The General Data Protection Regulation (2016/679 EU) coming into force in May 2018 – why should you prepare your business?
The new General Data Protection Regulation (GDPR) will apply from 25 May 2018 and will supersede the UK Data Protection Act 1998. The GDPR expands the rights of individuals concerning the collection and processing of their personal information by third parties.
As such additional obligations to protect personal information were put on organisations. This means, for instance, that employers should review their existing privacy notices and consent clauses as usually included in employment contracts. Not only the new penalty regime which empowers national supervisory authorities to issue fines of up to EUR 20 million, or 4% of an organisation’s annual global turnover for certain data protection infringements should be reason enough to prepare well in advance and carefully to avoid any non-compliance with the GDPR.
Non-competition clauses in employment agreements
Generally, restrictive covenant clauses are void after employment unless they are shown to be reasonable. The courts will allow them if they are worded to give an employer only the protection that may be considered reasonable to protect their business. Such reasons can be: trade secrets, trade connections – customer/
clients and (to a lesser extent) suppliers, stability of the employer’s workforce.
Procedure for contesting dismissal by the employer with English employment contracts
An employee can assert various claims after dismissal, depending on the particular circumstances.
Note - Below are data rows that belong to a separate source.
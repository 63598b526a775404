import type { DataSource } from 'typeorm';
import type { Preferences, UpdatePreferencesInput } from '../../../shared/schemas/preferences';
import type { FamilyContactEntity } from '../../db/entities/family-contact.entity';
import { FamilyContactEntity as ContactEntity } from '../../db/entities/family-contact.entity';
import type { AppRepos } from '../../deps';
import { ConflictError, NotFoundError } from '../../lib/errors';
import type { Actor } from '../../lib/http';

const EDITABLE = ['mobile', 'email', 'preferredChannel', 'consentSms', 'consentEmail', 'language', 'remindersEnabled'] as const;

const toDto = (c: FamilyContactEntity): Preferences => ({
  contactId: c.id, name: c.name, relation: c.relation, mobile: c.mobile, email: c.email, preferredChannel: c.preferredChannel,
  consentSms: c.consentSms, consentEmail: c.consentEmail, language: c.language, remindersEnabled: c.remindersEnabled, timeZone: c.timeZone,
  rowVersion: c.rowVersion,
});

/**
 * A family member's own contact record. One person linked to several babies (twins) has one row per baby; a change
 * applies to all of them, so the programme never holds two versions of the same person's wishes.
 */
export function createPreferencesService(ds: DataSource, repos: AppRepos) {
  const mine = (userId: string, m = ds.manager) =>
    m.getRepository(ContactEntity).find({ where: { userId }, order: { position: 'ASC', createdAt: 'ASC' } });

  return {
    async get(userId: string): Promise<Preferences> {
      const [first] = await mine(userId);
      if (!first) throw new NotFoundError('There is no family contact record for this account.');
      return toDto(first);
    },

    async update(actor: Actor, input: UpdatePreferencesInput): Promise<Preferences> {
      return ds.transaction(async (m) => {
        const rows = await m.getRepository(ContactEntity).createQueryBuilder('c').setLock('pessimistic_write')
          .where('c.user_id = :userId', { userId: actor.id }).orderBy('c.position', 'ASC').addOrderBy('c.created_at', 'ASC').getMany();
        if (rows.length === 0) throw new NotFoundError('There is no family contact record for this account.');
        if (rows[0].rowVersion !== input.rowVersion) throw new ConflictError('Your details were changed elsewhere meanwhile. Reload and try again.');
        const before = Object.fromEntries(EDITABLE.map((k) => [k, rows[0][k]]));
        const after = Object.fromEntries(EDITABLE.map((k) => [k, input[k]]));
        const changed = EDITABLE.filter((k) => before[k] !== after[k]);
        for (const c of rows) {
          Object.assign(c, after, { rowVersion: c.rowVersion + 1 });
          await m.getRepository(ContactEntity).save(c);
          await repos.audit.append({
            programmeId: c.programmeId, actorId: actor.id, action: 'contact.preferences_changed', entityType: 'infant', entityId: c.infantId, ip: actor.ip,
            // Which fields changed and the switches' new values; addresses themselves are not copied into the audit trail.
            details: { contactId: c.id, changed, remindersEnabled: input.remindersEnabled, consentSms: input.consentSms, consentEmail: input.consentEmail, preferredChannel: input.preferredChannel, language: input.language },
          }, m);
        }
        return toDto(rows[0]);
      });
    },
  };
}
export type PreferencesService = ReturnType<typeof createPreferencesService>;
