import { randomUUID } from 'node:crypto';
import { subject } from '@casl/ability';
import type { AppAbility } from '@shared/auth/ability';
import type { ExportStudy } from '@shared/fhir/export-input';
import { fhirExportFileName, infantBundle } from '@shared/fhir/infant-bundle';
import { accessibleWhere } from '../../auth/casl-to-sql';
import { INFANT_ACL_COLUMNS } from '../../db/repositories/infants.repository';
import { RECORDING_ACL_COLUMNS, type RecordingWithUploader } from '../../db/repositories/recordings.repository';
import type { AppRepos } from '../../deps';
import { ForbiddenError, NotFoundError } from '../../lib/errors';

const PAGE = 200;
const iso = (d: Date | null) => (d ? d.toISOString() : null);

/** Analysed studies only, and only those long enough to judge: a study too short to count is not a result. */
function toStudy(r: RecordingWithUploader): ExportStudy | null {
  if (r.status !== 'done' || r.judged === false) return null;
  return {
    id: r.id, startedAt: iso(r.startedAt), durationSec: r.durationSec, analysedAt: iso(r.analysedAt), analysisVersion: r.analysisVersion,
    validMinutes: r.validMinutes, meanSpo2: r.meanSpo2, medianSpo2: r.medianSpo2, minSpo2: r.minSpo2, pctBelow90: r.pctBelow90,
    pctBelow92: r.pctBelow92, pctBelow93: r.pctBelow93, odi3: r.odi3, odi4: r.odi4, meanPulse: r.meanPulse,
  };
}

export interface FhirServiceOptions {
  /** The deployment's public address, under which its identifier systems live. */
  systemBase: string;
  newId?: () => string;
}

export function createFhirService(repos: AppRepos, { systemBase, newId = randomUUID }: FhirServiceOptions) {
  async function allStudies(ability: AppAbility, infantId: string) {
    const acl = accessibleWhere(ability, 'read', 'Recording', RECORDING_ACL_COLUMNS);
    const out: ExportStudy[] = [];
    for (let page = 1; ; page += 1) {
      const { items, total } = await repos.recordings.listForInfant(infantId, acl, page, PAGE);
      out.push(...items.map(toStudy).filter((s): s is ExportStudy => s !== null));
      if (page * PAGE >= total || items.length === 0) return out.sort((a, b) => (a.startedAt ?? '').localeCompare(b.startedAt ?? ''));
    }
  }

  return {
    /** One baby's record as a FHIR R4 Bundle, for staff who may read the whole record (readings, studies, setting). */
    async exportInfant(ability: AppAbility, infantId: string, now: Date) {
      const infant = await repos.infants.findVisible(infantId, accessibleWhere(ability, 'read', 'Infant', INFANT_ACL_COLUMNS));
      if (!infant) throw new NotFoundError('No such baby in your records.');
      const own = { programmeId: infant.programmeId, infantId: infant.id, nurseId: infant.nurseId } as Record<string, unknown>;
      for (const part of ['Reading', 'Recording', 'Prescription'] as const) {
        if (!ability.can('read', subject(part, { ...own, status: 'active' } as Record<string, unknown>))) throw new ForbiddenError('You cannot export this record.');
      }
      const [readings, studies, rx] = await Promise.all([
        repos.readings.allForInfant(infant.id),
        allStudies(ability, infant.id),
        repos.prescriptions.active(infant.id),
      ]);
      // Only an approved setting is an order; a proposal or a version being worked out is never exported as one.
      const approved = rx && rx.status === 'active' && rx.approvedFlowLpm !== null ? rx : null;
      const approver = approved?.decidedBy ? (await repos.infants.peopleNames([approved.decidedBy])).get(approved.decidedBy) ?? null : null;
      const bundle = infantBundle({
        systemBase, generatedAt: now.toISOString(), newId,
        infant: {
          id: infant.id, givenName: infant.givenName, familyName: infant.familyName, sex: infant.sex, birthDate: infant.birthDate,
          weightKg: infant.weightKg, weightDate: infant.weightDate,
        },
        readings: readings.map((r) => ({
          id: r.id, takenAt: r.takenAt.toISOString(), spo2: r.spo2, pulse: r.pulse, flowLpm: r.flowLpm, weightKg: r.weightKg,
          state: r.state, familyReported: r.familyReported, corrected: r.rowVersion > 1,
        })),
        studies,
        setting: approved && {
          id: approved.id, version: approved.version, approvedAt: iso(approved.decidedAt), approvedBy: approver,
          flowLpm: approved.approvedFlowLpm!, periods: approved.periods, source: approved.source, sourceO2Percent: approved.sourceO2Percent,
          effectiveFio2: approved.approvedFio2,
        },
      });
      return { filename: fhirExportFileName(infant.id), bundle };
    },
  };
}
export type FhirService = ReturnType<typeof createFhirService>;
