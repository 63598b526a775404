import { preferencesResponseSchema, updatePreferencesSchemaFor } from '@shared/schemas/preferences';
import { json, route } from '../../openapi/api-route';

export const preferencesApi = [
  route('get', '/me/preferences', { summary: 'My contact details, channel, consents and reminder switch', who: 'family', responses: { 200: json('Preferences', preferencesResponseSchema) } }),
  route('put', '/me/preferences', { summary: 'Save my preferences', who: 'family', body: updatePreferencesSchemaFor(), errors: [409], responses: { 200: json('Saved', preferencesResponseSchema) } }),
];
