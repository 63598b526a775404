import { Router } from 'express';
import { updatePreferencesSchemaFor } from '@shared/schemas/preferences';
import { validate } from '../../middleware/validate';
import { requireUser } from '../../middleware/require-user';
import { actorOf, assertCanAny, currentUser } from '../../lib/http';
import type { PreferencesService } from './preferences.service';

export function preferencesRouter(service: PreferencesService) {
  const router = Router();
  router.use(requireUser);
  router.get('/', async (req, res) => {
    assertCanAny(req, 'read', 'Preferences');
    res.json({ preferences: await service.get(actorOf(req).id) });
  });
  router.put('/', validate((req) => ({ body: updatePreferencesSchemaFor(currentUser(req).programmeCountry) })), async (req, res) => {
    assertCanAny(req, 'update', 'Preferences');
    res.json({ preferences: await service.update(actorOf(req), req.body) });
  });
  return router;
}
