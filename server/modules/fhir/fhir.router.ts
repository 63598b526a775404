import { Router } from 'express';
import { idParamsSchema } from '@shared/schemas/common';
import { FHIR_JSON } from '@shared/fhir/infant-bundle';
import { validate } from '../../middleware/validate';
import { requireUser } from '../../middleware/require-user';
import { assertCanAny } from '../../lib/http';
import { systemClock, type Clock } from '../../lib/clock';
import type { FhirService } from './fhir.service';
import { auditRead } from '../audit/read-audit';

export function fhirRouter(service: FhirService, clock: Clock = systemClock): Router {
  const r = Router();
  r.get('/:id/fhir', requireUser, validate({ params: idParamsSchema }), async (req, res) => {
    // Staff only: reading overnight recordings is a staff right, so a family account stops here (403).
    assertCanAny(req, 'read', 'Recording');
    const { filename, bundle } = await service.exportInfant(req.ability, String(req.params.id), clock.now());
    const body = JSON.stringify(bundle);
    await auditRead(req, { action: 'infant.fhir_exported', infantId: String(req.params.id) });
    res.set({
      'Content-Type': `${FHIR_JSON}; charset=utf-8`,
      // The name is "nestflow-" and a UUID the route has validated, so it needs no quoting or encoding.
      'Content-Disposition': `attachment; filename="${filename}"`,
      'Cache-Control': 'no-store',
    });
    res.send(body);
  });
  return r;
}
The employee may object that the dismissal was a breach of contract (“wrongful dismissal”) and make a claim for resulting financial loss. Simultaneously or alternatively, the employee may claim
that there were no grounds for dismissal (“unfair dismissal”) if certain preconditions, such as a specific period of validity of the employment contract, are fulfilled.
If a claim for unfair dismissal is successful, the employee will be awarded compensation, in the form of a basic award of compensation or an award to compensate actual financial loss. If the dismissal is a result of redundancy, the employee can claim for the statutory redundancy payment.
“Constructive Dismissal” – What is it?
“Constructive dismissal” is the term used when an employee terminates his contract after the employer has breached a term of the employment contract. The employee must prove the employer has breached a term of the contract, that it was a unilateral breach and that the employee terminated his contract due to this breach by the employer. The employer’s conduct must be so serious that the employee is no longer able to keep to the employment contract. The employee must also terminate his contract within a short time of the wrongful conduct by the employer.
Where is the employee’s place of work?
According to the EC Regulation No. 44/2001 (“Brussels 1”), Article 19 No. 2 a) provides that, with individual employment contracts, an employer can also be taken to court in the place where the employee normally works or most recently used to work.
Determination of the usual place of work may be difficult if the employee normally works at various locations. The European Court of Justice established, in case C-29/10, how the employee’s place of work is determined. Although this decision on interpretation was valid for the Rome 1 Regulation, the result also has to be applied to Brussels 1 based on the principle of uniform interpretation. This decision established that, to give as broad an interpretation as possible for the protection of the employee, it depends on the location where the employee mainly fulfils his obligations towards his employer.
So in cases where work is carried out at various locations, it depends on where the employee works most.